Jan 16, 2026Last updated: Jul 13, 2026
Molisha Shah
Molisha Shah
Google Antigravity vs Windsurf: Which AI Coding Assistant Is Ready for Enterprise?

For production work, Windsurf wins on security posture and deployment maturity; Antigravity stays confined to experimental, non-production use.

TL;DR

Enterprise teams choosing between Google Antigravity and Windsurf are deciding on security posture, multi-repository scale, and IDE migration risk. Windsurf, now Devin Desktop under Cognition AI, ships 40+ IDE plugins and a documented enterprise contract path. Antigravity offers a 1M-token context window but carries an unpatched code execution vulnerability and no published enterprise pricing. Windsurf wins for production; Antigravity stays experimental.

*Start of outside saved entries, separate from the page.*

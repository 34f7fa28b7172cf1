"""Data in: price files to the aligned daily table a model fit takes.

Readers (:func:`read_daily`, :func:`read_ohlc`, :func:`read_intraday`) check every row and
name the row and the rule of any bad one (:class:`smle.errors.SmleInputError`), or repair
it when asked with ``repair="drop"`` (logged to the ``smle.data`` logger and recorded in
``attrs["repairs"]``); what they inferred without an error (encoding, separator, a reversed
newest-first order, the session, zero returns) is in ``attrs["notes"]``. :func:`prepare_daily` (intraday) and :func:`prepare_from_daily`
(daily bars or closes) build the table; :func:`prepare_file` is the whole ``smle prepare``
job. :func:`demo_scenario` simulates an invented instrument for demonstrations (not real
data). Returns are log returns in percent by default; column names state the unit.
"""

from smle.data.checks import Repair
from smle.data.demo import DemoScenario, demo_scenario
from smle.data.prepare import (DEFAULT_MEASURES, RANGE_MEASURES, REALIZED_MEASURES,
                               prepare_daily, prepare_file, prepare_from_daily,
                               read_daily_table, write_daily)
from smle.data.ranges import garman_klass, parkinson, rogers_satchell
from smle.data.readers import read_daily, read_intraday, read_ohlc
from smle.data.realized import bipower_variation, realized_variance
from smle.data.returns import log_returns

__all__ = [
    "DEFAULT_MEASURES", "RANGE_MEASURES", "REALIZED_MEASURES", "DemoScenario", "Repair",
    "bipower_variation", "demo_scenario", "garman_klass", "log_returns", "parkinson",
    "prepare_daily", "prepare_file", "prepare_from_daily", "read_daily", "read_daily_table",
    "read_intraday", "read_ohlc", "realized_variance", "rogers_satchell", "write_daily",
]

When I put both tools through the same enterprise-codebase scenarios, this stopped looking like two independent products competing on quality. Both descend from the same lineage: Google entered a $2.4 billion licensing deal with Windsurf's parent company in July 2025, and code analysis found references to "Cascade," Windsurf's agent system, directly in Antigravity's codebase.

The real divergence is operational. Antigravity functions as a standalone IDE only, a fork of VS Code, with zero plugin support for JetBrains, Vim, or Visual Studio. Windsurf integrates directly with 40+ existing IDEs in 2 minutes. One demands full IDE migration; the other slots into your team's current environment.

For a CTO narrowing the decision to these two tools, three factors settle it: security posture, codebase scale handling, and workflow fit. I tested all three against representative enterprise scenarios. Here's what that showed, and where both tools still leave a gap that neither has closed.

Neither tool maintains a persistent map of how your repositories depend on each other, which is the specific problem Augment Cosmos is built around: a Context Engine that tracks call graphs and API contracts across a codebase instead of relying on a session window or a periodic reindex. Cosmos is generally available on every paid Augment Code plan.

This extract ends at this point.